Support continuous medical inspection readiness efforts in collaboration with applicable headquarters inspection management teams, Medical Affairs therapeutic areas/categories, and Platform Line representatives
Assist with the development and maintenance of the in-country Regulatory Inspection Site Notification Plan
Provide support for the coordination of Regulatory Quality Assurance (RQA) Pfizer Country Office (PCO) audits and Vendor Audits (vendor audits if in IMQG remit, depending on scope), including management of audit Corrective & Preventive Actions (CAPAs)
Support Corporate Audit requests within scope of IMQG, as appropriate
Support external inspections, as appropriate in partnership with global inspection management teams
Assist with the maintenance of professional records for Medical Affairs colleagues.
Support effective management of Quality Events (QE) and CAPAs for PCO scoped QEs within MQG remit and act as the Business Line Quality Group role
Assist with the monitoring of PCO QEs and CAPA performance
Collaborate with local QMS01 expert(s) and build PCO awareness on issue escalation & remediation requirements in partnership with other quality lines (e.g., CQ).
Support the process for impact assessment of new or revised regulatory requirements and legislation impacting the medical Quality Management System (QMS)
Contribute to the development, implementation, and maintenance of in-country controlled documents within the scope of QMS04-GSOP and within MQGM remit in collaboration with relevant Subject Matter Experts (SME)

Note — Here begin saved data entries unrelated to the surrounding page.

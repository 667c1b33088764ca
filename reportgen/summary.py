"""The closing summary of ``reportgen run``: each series' order and each regression's verdict, coloured on a terminal.

It reads the results document (what results.json holds), never the statistics. A small project
gets one line per series and per regression; a large one (more than :data:`FULL_LIMIT` series
or regressions) gets counts by order and by verdict and a list of its flagged regressions (the
first :data:`FLAGGED_LISTED`), unless the full listing is asked for. Files written into a
subfolder (``tables/``) are counted, not listed.

Colour is ANSI SGR codes. :func:`colour_wanted` decides: ``always`` and ``never`` as told;
``auto`` colours only a terminal, and not when ``NO_COLOR`` is set to anything but the empty
string (https://no-color.org), under CI (``CI`` set and not ``false``/``0``), or when ``TERM``
is ``dumb``. The words are the same with colour or without: colour only repeats them.
"""

from __future__ import annotations

import os
from collections import Counter
from collections.abc import Iterable, Mapping, Sequence
from dataclasses import dataclass
from pathlib import Path
from typing import Any, Final, Literal, TextIO, get_args

#: When to colour the summary (``reportgen run --color``).
ColourChoice = Literal["auto", "always", "never"]
COLOUR_CHOICES: Final[tuple[str, ...]] = get_args(ColourChoice)

#: How much of the project the summary lists (``reportgen run --summary``).
Detail = Literal["auto", "full", "short"]
DETAILS: Final[tuple[str, ...]] = get_args(Detail)

#: Up to this many series and this many regressions, ``auto`` lists each one on its own line.
FULL_LIMIT: Final = 30
#: The short summary lists at most this many flagged regressions.
FLAGGED_LISTED: Final = 50

#: The verdicts in the order the summary counts them, each with what it means for the regression.
VERDICT_MEANINGS: Final[Mapping[str, str]] = {
    "stationary": "levels inference valid",
    "cointegrated": "long-run relation and error-correction model",
    "spurious-risk": "no cointegration; re-estimated in differences",
    "unbalanced": "orders that cannot cointegrate",
    "inconclusive": "tests disagree or too little data",
}

#: SGR codes of each role a word can play in the summary.
SGR: Final[Mapping[str, str]] = {
    "heading": "1",
    "muted": "2",
    "stationary": "32",
    "cointegrated": "34",
    "spurious-risk": "1;31",
    "unbalanced": "1;35",
    "inconclusive": "1;33",
    "attention": "31",
    "fragile": "33",
    "order-0": "32",
    "order-1": "36",
    "order-2": "35",
    "order-none": "33",
}

ATTENTION: Final = "needs attention"


def _set(value: str | None) -> bool:
    """Whether an environment flag such as ``CI`` is on: set, not empty, not ``0``/``false``/``no``."""
    return value is not None and value.strip().lower() not in ("", "0", "false", "no")


def colour_wanted(choice: ColourChoice, stream: TextIO, environ: Mapping[str, str] | None = None) -> bool:
    """Whether the summary written to ``stream`` is coloured (see the module's docstring for the rules)."""
    if choice == "always":
        return True
    if choice == "never":
        return False
    environment = os.environ if environ is None else environ
    if environment.get("NO_COLOR", "") != "" or _set(environment.get("CI")) or environment.get("TERM") == "dumb":
        return False
    try:
        return stream.isatty()
    except (AttributeError, ValueError):  # a closed or unusual stream
        return False


@dataclass(frozen=True, slots=True)
class Painter:
    """Wraps words in the SGR code of their role, or leaves them alone when colour is off."""

    colour: bool

    def __call__(self, text: str, role: str | None) -> str:
        """``text`` in the colour of ``role`` (None: as it is)."""
        if not self.colour or role is None or not text:
            return text
        return f"\x1b[{SGR[role]}m{text}\x1b[0m"


def order_label(order: Any) -> str:
    """``I(1)``, or ``undetermined`` when no order was found."""
    return f"I({order})" if isinstance(order, int) and not isinstance(order, bool) else "undetermined"


def _order_role(order: Any) -> str:
    label = order_label(order)
    return f"order-{order}" if label != "undetermined" and f"order-{order}" in SGR else "order-none"


def _count(number: int, noun: str, plural: str | None = None) -> str:
    return f"{number:,} {noun if number == 1 else plural or noun + 's'}"


def _table(rows: Iterable[Sequence[tuple[str, str | None]]], paint: Painter, *, right: frozenset[int] = frozenset(),
           indent: str = "  ") -> list[str]:
    """Rows of (text, role) cells in aligned columns; columns in ``right`` are aligned to the right.

    Texts are measured before they are painted, so colour codes never shift a column; empty
    cells at the end of a row are left out.
    """
    rows = [list(row) for row in rows]
    columns = max((len(row) for row in rows), default=0)
    widths = [max((len(row[column][0]) for row in rows if len(row) > column), default=0) for column in range(columns)]
    lines = []
    for row in rows:
        while row and not row[-1][0]:
            row.pop()
        cells = []
        for column, (text, role) in enumerate(row):
            padding = " " * (widths[column] - len(text))
            last = column == len(row) - 1
            if column in right:
                cells.append(padding + paint(text, role))
            else:
                cells.append(paint(text, role) + ("" if last else padding))
        lines.append(indent + "  ".join(cells))
    return lines


def _series_rows(series: Mapping[str, Any]) -> list[list[tuple[str, str | None]]]:
    rows = []
    for name, record in series.items():
        row: list[tuple[str, str | None]] = [(name, None), (order_label(record.get("order")),
                                                            _order_role(record.get("order")))]
        notes = []
        if record.get("fragile"):
            notes.append(("fragile", "fragile"))
        if record.get("order") is None and record.get("reason"):
            notes.append((str(record["reason"]), "muted"))
        row.extend(notes)
        rows.append(row)
    return rows


def _regression_row(name: str, record: Mapping[str, Any], *, attention: bool = True) -> list[tuple[str, str | None]]:
    """Name, verdict, its meaning, and the marks: ``needs attention`` (unless ``attention`` is off) and ``fragile``."""
    verdict = str(record.get("verdict"))
    flagged = attention and bool(record.get("flagged"))
    row: list[tuple[str, str | None]] = [(name, None), (verdict, verdict if verdict in SGR else None),
                                         (VERDICT_MEANINGS.get(verdict, ""), "muted")]
    marks = [word for word, on in ((ATTENTION, flagged), ("fragile", record.get("fragile"))) if on]
    row.append((", ".join(marks), "attention" if flagged else "fragile"))
    return row


def _order_counts(series: Mapping[str, Any]) -> list[list[tuple[str, str | None]]]:
    counts = Counter(order_label(record.get("order")) for record in series.values())
    fragile = Counter(order_label(record.get("order")) for record in series.values() if record.get("fragile"))
    labels = sorted((label for label in counts if label != "undetermined"), key=lambda label: int(label[2:-1]))
    rows = []
    for label in [*labels, *(["undetermined"] if "undetermined" in counts else [])]:
        role = "order-none" if label == "undetermined" else _order_role(int(label[2:-1]))
        row: list[tuple[str, str | None]] = [(label, role), (f"{counts[label]:,}", None)]
        if fragile[label]:
            row.append((f"{fragile[label]:,} fragile", "fragile"))
        rows.append(row)
    return rows


def _verdict_counts(regressions: Mapping[str, Any]) -> list[list[tuple[str, str | None]]]:
    counts = Counter(str(record.get("verdict")) for record in regressions.values())
    flagged = {str(record.get("verdict")) for record in regressions.values() if record.get("flagged")}
    order = [*VERDICT_MEANINGS, *sorted(set(counts) - set(VERDICT_MEANINGS))]
    rows = []
    for verdict in order:
        if counts[verdict]:
            rows.append([(verdict, verdict if verdict in SGR else None), (f"{counts[verdict]:,}", None),
                         (ATTENTION if verdict in flagged else "", "attention")])
    return rows


def _files(files: Sequence[Path], out_dir: Path) -> list[str]:
    """``wrote PATH`` for each file in ``out_dir`` itself, one ``wrote DIR/ (N files)`` per subfolder."""
    entries: dict[Path, int] = {}  # a file (0) or a subfolder (the files written into it), in the order written
    for path in files:
        try:
            parts = path.relative_to(out_dir).parts
        except ValueError:
            parts = ()
        if len(parts) > 1:
            folder = out_dir / parts[0]
            entries[folder] = entries.get(folder, 0) + 1
        else:
            entries.setdefault(path, 0)
    return [f"wrote {path}{os.sep} ({_count(count, 'file')})" if count else f"wrote {path}"
            for path, count in entries.items()]


def format_summary(document: Mapping[str, Any], *, out_dir: Path | None = None, files: Sequence[Path] = (),
                   colour: bool = False, detail: Detail = "auto") -> str:
    """The summary of a run's results document, as lines without a final newline.

    ``files`` are the files the run wrote; those in subfolders of ``out_dir`` are counted per
    subfolder rather than listed.
    """
    paint = Painter(colour)
    series: Mapping[str, Any] = document.get("series", {})
    regressions: Mapping[str, Any] = document.get("regressions", {})
    flagged = [name for name, record in regressions.items() if record.get("flagged")]
    full = detail == "full" or (detail == "auto" and len(series) <= FULL_LIMIT and len(regressions) <= FULL_LIMIT)
    counted = frozenset({1})

    lines = [f"{paint('reportgen ' + str(document.get('tool_version', '')), 'heading')}  "
             f"{paint('run ' + str(document.get('run_id', '')), 'muted')}",
             paint(f"Series ({len(series):,}): order of integration", "heading")]
    lines += _table(_series_rows(series), paint) if full else _table(_order_counts(series), paint, right=counted)
    lines.append(paint(f"Regressions ({len(regressions):,}): verdict", "heading"))
    if full:
        lines += _table((_regression_row(name, record) for name, record in regressions.items()), paint)
    else:
        lines += _table(_verdict_counts(regressions), paint, right=counted)
    if not full and flagged:
        shown = flagged[:FLAGGED_LISTED]
        more = f"; the first {len(shown):,} in manifest order" if len(flagged) > len(shown) else ""
        lines.append(paint(f"Flagged regressions ({len(flagged):,}{more})", "heading"))
        lines += _table((_regression_row(name, regressions[name], attention=False) for name in shown), paint)
        if len(flagged) > len(shown):
            lines.append(f"  and {len(flagged) - len(shown):,} more: --summary full lists every one")

    lines.append(f"{_count(len(series), 'series', 'series')}, {_count(len(regressions), 'regression')}, "
                 + paint(f"{len(flagged):,} flagged", "attention" if flagged else None))
    lines += _files(files, out_dir) if out_dir is not None else [f"wrote {path}" for path in files]
    return "\n".join(lines)
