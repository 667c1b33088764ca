"""The run's results and their JSON form, the single source of truth for every output.

``results.json`` is written first; the HTML, the PDF and the audit commands read it and nothing
else. Its form is versioned (``SCHEMA_VERSION``), its keys come in a fixed order and its floats
follow one formatting policy (12 significant digits), so the same inputs give the same bytes.
"""

from __future__ import annotations

import dataclasses
import functools
import html
import json
import math
from collections.abc import Callable, Mapping
from dataclasses import dataclass
from typing import Any, TextIO

import pandas as pd

from reportgen.cache import ResultCache
from reportgen.stats.types import OrderVerdict, RegressionAssessment

SCHEMA_VERSION = "1.0"
#: Significant digits kept for every float written to results.json.
FLOAT_DIGITS = 12

CAUTIONS: tuple[str, ...] = (
    "These diagnostics inform professional judgement; they do not replace it.",
    "Every result depends on the sample, the transforms and the specification chosen in the "
    "manifest; a different window or deterministic specification can change an order or a verdict.",
    "Unit-root and stationarity tests have low power in short samples and near the unit root: "
    "a failure to reject is not evidence that the null hypothesis is true.",
    "The R-squared above Durbin-Watson sign (Granger and Newbold 1974) is a weak flag in short "
    "samples; it is shown as a prompt to look further, not as a test.",
)


#: The role of an input that is a query on a database server: its bytes are the snapshot of the result.
SERVER_QUERY_ROLE = "server-query"


@dataclass(frozen=True, slots=True)
class InputRecord:
    """One input: what it is, where it was read, and the SHA-256 of its bytes.

    A server query (role :data:`SERVER_QUERY_ROLE`) has no file: its path is the server's URL
    without the password and its bytes are the snapshot of the result (``sources.snapshot_bytes``).
    """

    role: str  # "manifest", "data", "server-query" or "brand" (a brand template or logo, see reportgen.branding)
    name: str  # dataset name, "manifest", or "brand:logo" / "brand:templates/PATH"
    path: str  # as resolved at run time (absolute); a server's redacted URL
    relative_path: str  # relative to the manifest's folder, as written in the manifest; a server's redacted URL
    sha256: str
    bytes: int
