def _construct(loader: _StrictLoader, node: yaml.Node, path: KeyPath, positions: dict[KeyPath, tuple[int, int]],
               file: Path) -> Any:
    if isinstance(node, yaml.MappingNode):
        result: dict[str, Any] = {}
        for key_node, value_node in node.value:
            where = Location(file, key_node.start_mark.line + 1, key_node.start_mark.column + 1)
            if key_node.tag == "tag:yaml.org,2002:merge" or key_node.value == "<<":
                raise ManifestError("YAML merge keys ('<<') are not supported in a manifest", location=where,
                                    hint="write the keys out in full")
            key = loader.construct_object(key_node, deep=True)
            if not isinstance(key, str):
                raise ManifestError(f"keys must be text; found {key!r}", location=where,
                                    hint="quote the key or rename it")
            if key in result:
                first = positions[(*path, key)]
                raise ManifestError(f"duplicate key '{key}' (first given on line {first[0]})", location=where,
                                    hint="remove or rename one of the two entries")
            positions[(*path, key)] = (where.line or 0, where.column or 0)
            result[key] = _construct(loader, value_node, (*path, key), positions, file)
        return result
    if isinstance(node, yaml.SequenceNode):
        items = []
        for index, item in enumerate(node.value):
            positions[(*path, index)] = (item.start_mark.line + 1, item.start_mark.column + 1)
            items.append(_construct(loader, item, (*path, index), positions, file))
        return items
    return loader.construct_object(node, deep=True)


def read_yaml(path: Path) -> tuple[bytes, Any, dict[KeyPath, tuple[int, int]]]:
    """Read a YAML file strictly; return its bytes, its data and the position of every key."""
    try:
        raw = path.read_bytes()
    except FileNotFoundError:
        raise ManifestError("manifest file not found", location=Location(path),
                            hint="check the path; relative paths start from the current folder") from None
    except IsADirectoryError:
        raise ManifestError("this is a folder, not a manifest file", location=Location(path),
                            hint="name the manifest's .yaml file") from None
    except OSError as error:
        raise ManifestError(f"cannot read the manifest: {error.strerror}", location=Location(path)) from None
    try:
        text = raw.decode("utf-8-sig")
    except UnicodeDecodeError as error:
        raise ManifestError(f"the manifest is not UTF-8 text (byte {error.start})", location=Location(path),
                            hint="save the file as UTF-8") from None
    positions: dict[KeyPath, tuple[int, int]] = {(): (1, 1)}
    loader: _StrictLoader | None = None
    try:
        loader = _StrictLoader(text)
        node = loader.get_single_node()
        data = None if node is None else _construct(loader, node, (), positions, path)
    except yaml.MarkedYAMLError as error:
        mark = error.problem_mark or error.context_mark
        line, column = (mark.line + 1, mark.column + 1) if mark is not None else (None, None)
        problem = error.problem or error.context or "invalid YAML"
        raise ManifestError(f"YAML syntax error: {problem}", location=Location(path, line, column),
                            hint="check indentation, colons and quotes near this point") from None
    except yaml.YAMLError as error:
        raise ManifestError(f"YAML error: {error}", location=Location(path)) from None
    finally:
        if loader is not None:
            loader.dispose()
    return raw, data, positions


# ---------------------------------------------------------------- validation


def _describe_expected(error: Mapping[str, Any]) -> str:
    kind = error["type"]
    context = error.get("ctx") or {}
    if kind == "missing":
        return "this field is required"
    if kind in {"literal_error", "enum"}:
        return f"expected one of {context.get('expected', '')}; got {error.get('input')!r}"
    if kind == "string_type":
        return f"expected text; got {error.get('input')!r} — quote it"
    if kind in {"int_type", "int_from_float"}:
        return f"expected a whole number; got {error.get('input')!r}"
    if kind == "dict_type":
        return "expected a mapping of names to entries"
    if kind == "list_type":
        return "expected a list, e.g. [log, diff]"
    if kind == "too_short":
        return "at least one entry is required"
    if kind == "model_type":
        return "expected a mapping of keys to values"
    return str(error.get("msg", "invalid value"))


def _fields_of(model: type[BaseModel], path: KeyPath) -> list[str]:
    """The allowed keys at a key path of the schema, for 'did you mean' suggestions."""
    current: Any = model
    entry_name_next = False
    for part in path:
        if isinstance(part, int) or entry_name_next:
            entry_name_next = False
            continue
        if not (isinstance(current, type) and issubclass(current, BaseModel)):
            return []
        field = current.model_fields.get(str(part))
        if field is None:
            return []
        annotation = field.annotation
        args = getattr(annotation, "__args__", ())
        if getattr(annotation, "__origin__", None) is dict:
            current, entry_name_next = args[1], True
            continue
        candidates = [arg for arg in (annotation, *args) if isinstance(arg, type) and issubclass(arg, BaseModel)]
        current = candidates[0] if candidates else None
    if isinstance(current, type) and issubclass(current, BaseModel):
        return list(current.model_fields)
    return []


def _model_errors(error: ValidationError, file: Path,
                  positions: Mapping[KeyPath, tuple[int, int]]) -> list[ManifestError]:
    problems: list[ManifestError] = []
    seen: set[tuple[KeyPath, str]] = set()
    for item in error.errors():
        loc: KeyPath = tuple(part for part in item["loc"] if not (isinstance(part, str) and _is_union_tag(part)))
        key = (loc, item["type"])
        if key in seen:
            continue
        seen.add(key)
        lookup = loc
        while lookup and lookup not in positions:
            lookup = lookup[:-1]
        line, column = positions.get(lookup, (None, None))
        where = Location(file, line, column, ".".join(str(part) for part in loc) or "(top level)")
        if item["type"] == "extra_forbidden":
            name = str(loc[-1])
            options = _fields_of(ManifestSpec, loc[:-1])
            close = difflib.get_close_matches(name, options, n=1)
            if close:
                hint: str | None = f"did you mean '{close[0]}'?"
            else:
                hint = f"allowed keys: {', '.join(options)}" if options else None
            problems.append(ManifestError(f"unknown key '{name}'", location=where, hint=hint))
        else:
            problems.append(ManifestError(_describe_expected(item), location=where))
    return _drop_union_noise(problems)


def _is_union_tag(part: str) -> bool:
    """Pydantic inserts the tried union member into error locations; they are not keys."""
    return part.startswith(("literal[", "dict[", "function-")) or part in {"str", "int", "float"}


def _drop_union_noise(problems: list[ManifestError]) -> list[ManifestError]:
    """Keep one message per location: a union reports one error per member tried."""
    kept: dict[str, ManifestError] = {}
    for problem in problems:
        where = str(problem.location)
        if where not in kept:
            kept[where] = problem
    return list(kept.values())
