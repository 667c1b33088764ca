"""A manifest's branding as inputs: its template folder and its logo, resolved, checked and hashed.

``project.branding.templates`` names a folder of templates (partials, ``colours.css``,
``style.css``) and ``project.branding.logo`` an image (PNG, JPEG or SVG), both relative to the
manifest's folder. Every file of the folder and the logo are inputs of the run: results.json lists
them (role ``brand``) with their SHA-256 beside the manifest and the data, so a dossier records
which branding produced it, ``reportgen verify`` re-hashes them and a bundle carries them.

Template folders are searched in this order: every ``--templates DIR`` in the order given, then the
manifest's brand folder, then reportgen's packaged templates (reachable as ``default/NAME``).
"""

from __future__ import annotations

import base64
import os
import re
from collections.abc import Mapping, Sequence
from dataclasses import dataclass
from pathlib import Path
from typing import Any

from reportgen.errors import InvalidValueError, Location, LogoUnusableError, TemplateFolderMissingError
from reportgen.manifest import Manifest
from reportgen.provenance import sha256_bytes

#: The role of brand files in results.json's ``inputs``.
BRAND_ROLE = "brand"
#: The input name of the logo.
LOGO_INPUT = "brand:logo"
#: Input names of the brand folder's files start with this, followed by the file's path in the folder.
TEMPLATE_INPUT_PREFIX = "brand:templates/"
#: Version-control folders inside a brand folder: their files are history, not branding, and are not hashed.
VERSION_CONTROL_FOLDERS = frozenset({".git", ".hg", ".svn"})
#: The largest logo reportgen embeds (it is inlined in the HTML page as a data: URL).
LOGO_LIMIT = 2_000_000

_XML_PROLOGUE = re.compile(r"^\ufeff?\s*(<\?xml[^>]*\?>\s*)?")


@dataclass(frozen=True, slots=True)
class BrandFile:
    """One brand input: its input name, resolved path, path as the manifest names it, and bytes."""

    name: str
    path: Path
    relative_path: str
    data: bytes


def brand_folder(manifest: Manifest) -> Path | None:
    """The manifest's brand template folder (resolved), or None without one.

    Raises :class:`TemplateFolderMissingError` at the manifest's line when it is not a folder.
    """
    branding = manifest.spec.project.branding
    if branding is None or branding.templates is None:
        return None
    folder = manifest.base_dir / branding.templates
    if not folder.is_dir():
        raise TemplateFolderMissingError(location=manifest.locate("project", "branding", "templates"), path=folder,
                                         hint="name a folder relative to the manifest's folder, e.g. "
                                              "'templates: brand', or remove the key")
    resolved = folder.resolve()
    if manifest.path.is_relative_to(resolved):
        raise InvalidValueError(location=manifest.locate("project", "branding", "templates"),
                                problem=f"the brand folder {resolved} holds the manifest; every file in it is hashed "
                                        "as an input, so it would take in the data and the outputs too",
                                remedy="keep the brand templates in a folder of their own, e.g. 'templates: brand'")
    return resolved


def template_folders(manifest: Manifest, command_line: Sequence[Path] = ()) -> tuple[Path, ...]:
    """The user template folders in search order: ``--templates`` folders first, then the brand folder."""
    folder = brand_folder(manifest)
    return (*(Path(item) for item in command_line), *((folder,) if folder is not None else ()))


def logo_media_type(data: bytes) -> str | None:
    """The media type of a logo's bytes (PNG, JPEG or a plain SVG drawing), or None for anything else."""
    from reportgen.render.html import svg_problem

    if data.startswith(b"\x89PNG\r\n\x1a\n"):
        return "image/png"
    if data.startswith(b"\xff\xd8\xff"):
        return "image/jpeg"
    try:
        text = data.decode("utf-8")
    except UnicodeDecodeError:
        return None
    drawing = _XML_PROLOGUE.sub("", text, count=1).strip()
    if drawing.startswith("<svg") and svg_problem(drawing) is None:
        return "image/svg+xml"
    return None


def _read_logo(manifest: Manifest) -> BrandFile | None:
    branding = manifest.spec.project.branding
    if branding is None or branding.logo is None:
        return None
    where = manifest.locate("project", "branding", "logo")
    path = manifest.base_dir / branding.logo
    try:
        data = path.read_bytes()
    except OSError as error:
        reason = "it is a folder" if path.is_dir() else (error.strerror or str(error)).lower()
        raise LogoUnusableError(location=where, path=path, problem=reason,
                                remedy="name an image file relative to the manifest's folder") from None
    if len(data) > LOGO_LIMIT:
        raise LogoUnusableError(location=where, path=path,
                                problem=f"it has {len(data):,} bytes, more than the {LOGO_LIMIT:,} a logo may have",
                                remedy="use a smaller image; the logo is embedded in the HTML page")
    if logo_media_type(data) is None:
        raise LogoUnusableError(location=where, path=path,
                                problem="it is not a PNG, a JPEG or a plain SVG drawing (no scripts, event "
                                        "handlers, style elements or links to other files)",
                                remedy="save the logo as PNG, JPEG or plain SVG")
    return BrandFile(name=LOGO_INPUT, path=path.resolve(), relative_path=branding.logo, data=data)


def brand_files(manifest: Manifest) -> tuple[BrandFile, ...]:
    """The logo, then every file of the brand folder by path (links out of the folder and version-control
    folders such as ``.git`` are left out).

    A link that leads out of the folder is never loaded (templates and the PDF's resources are
    read only inside their folders), so it is not an input. The logo is listed once, as the logo,
    even when it lies in the brand folder.
    """
    logo = _read_logo(manifest)
    files: list[BrandFile] = [logo] if logo is not None else []
    folder = brand_folder(manifest)
    branding = manifest.spec.project.branding
    if folder is None or branding is None or branding.templates is None:
        return tuple(files)
    found: list[tuple[str, Path]] = []
    for top, folders, names in os.walk(folder):
        folders[:] = sorted(name for name in folders if name not in VERSION_CONTROL_FOLDERS)
        for name in names:
            path = Path(top) / name
            real = path.resolve()
            if real.is_file() and real.is_relative_to(folder) and (logo is None or real != logo.path):
                found.append((path.relative_to(folder).as_posix(), path))
    written = branding.templates.replace("\\", "/").rstrip("/")
    for inside, path in sorted(found):
        files.append(BrandFile(name=TEMPLATE_INPUT_PREFIX + inside, path=path.resolve(),
                               relative_path=f"{written}/{inside}", data=path.read_bytes()))
    return tuple(files)


def logo_data_url(manifest: Manifest, document: Mapping[str, Any]) -> str | None:
    """The logo as a ``data:`` URL for the page, read again and checked against results.json's hash."""
    recorded = next((entry for entry in document.get("inputs", ())
                     if entry.get("role") == BRAND_ROLE and entry.get("name") == LOGO_INPUT), None)
    logo = _read_logo(manifest)
    if logo is None or recorded is None:
        return None
    if sha256_bytes(logo.data) != recorded.get("sha256"):
        raise LogoUnusableError(location=Location(logo.path), path=logo.path,
                                problem="it changed while reportgen ran, so the dossier would not match results.json",
                                remedy="run again once the logo is final")
    media_type = logo_media_type(logo.data)
    return f"data:{media_type};base64,{base64.b64encode(logo.data).decode('ascii')}"
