"""Errors a person can act on: one base class with a category, a location and a fix hint.

User errors print as ``path:line:col: error: message`` plus a hint and give exit status 2.
Anything that is not a :class:`ReportgenError` is a bug and keeps its traceback.
"""

from __future__ import annotations

from dataclasses import dataclass
from pathlib import Path


@dataclass(frozen=True, slots=True)
class Location:
    """Where a problem is: a file, optionally a line/column, optionally a key path inside it."""

    path: Path | str | None = None
    line: int | None = None
    column: int | None = None
    key_path: str | None = None

    def where(self) -> str:
        """``path:line:col`` (as much of it as is known)."""
        parts: list[str] = []
        if self.path is not None:
            parts.append(str(self.path))
            if self.line is not None:
                parts.append(str(self.line))
                if self.column is not None:
                    parts.append(str(self.column))
        return ":".join(parts)

    def __str__(self) -> str:
        where = self.where()
        if self.key_path:
            return f"{where}: {self.key_path}" if where else self.key_path
        return where


class ReportgenError(Exception):
    """Base of every error caused by the user's input rather than by a bug."""

    category: str = "Error"

    def __init__(self, message: str, *, location: Location | None = None, hint: str | None = None) -> None:
        super().__init__(message)
        self.message = message
        self.location = location
        self.hint = hint

    def render(self) -> str:
        """The text shown to the user: ``location: error: message`` and a hint line."""
        where = self.location.where() if self.location is not None else ""
        field = f"{self.location.key_path}: " if self.location is not None and self.location.key_path else ""
        text = f"{where}: error: {field}{self.message}" if where else f"error: {field}{self.message}"
        if self.hint:
            text += f"\n  hint: {self.hint}"
        return text


class ManifestError(ReportgenError):
    """The manifest cannot be read or does not follow the schema."""

    category = "Manifest error"


class ManifestErrors(ManifestError):  # noqa: N818 - a collection of ManifestError
    """Several manifest problems found in one pass, reported together."""

    def __init__(self, errors: list[ManifestError]) -> None:
        super().__init__(f"{len(errors)} problem(s) in the manifest")
        self.errors = errors

    def render(self) -> str:
        return "\n".join(error.render() for error in self.errors)


class FormulaError(ManifestError):
    """A regression formula does not follow reportgen's formula grammar."""

    category = "Formula error"


class DataError(ReportgenError):
    """A data file cannot be read or its contents are not usable as a time series."""

    category = "Data error"


class TransformError(DataError):
    """A declared transform cannot be applied to the data (e.g. log of a non-positive value)."""

    category = "Transform error"


class InsufficientDataError(ReportgenError):
    """Too few observations for a test or an estimate; the message states the numbers."""

    category = "Insufficient data"


class OutputError(ReportgenError):
    """The output folder cannot be written as asked."""

    category = "Output error"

Act as local expert on QMS04-GSOP and ensure local controlled clinical and medical documents (LCMCDs) within MQGM remit follow applicable Pfizer policies and procedures and regulatory requirements
Facilitate local implementation of global SOPs and ensure relevant communication is cascaded accordingly
Provide input to draft Global Policies/SOPs/Work Instructions and related training materials offering the country perspective and local impact.
Act as a local Subject Matter Expert on QMS07-GSOP, local training management and Pfizer’s Global Learning Management System
Assist local Senior MQGM with development & maintenance of local job roles (to match the Global roles or stand-alone job roles) based on Canadian training needs
Support assignment of local/global job roles to respective groups accordingly
In collaboration with Senior MQGM and local Management, identify additional training needs on quality-related areas (in addition to the Learning Management System mandatory requirements in place); facilitate / support / conduct of additional training for identified areas
Supports training completion compliance for in-country Medical Affairs, where needed.
Participate in, and sometimes lead, ad hoc projects initiated by the MQG Team, to assist the effectiveness of the team, utilizing specialist knowledge of global and local electronic systems and processes.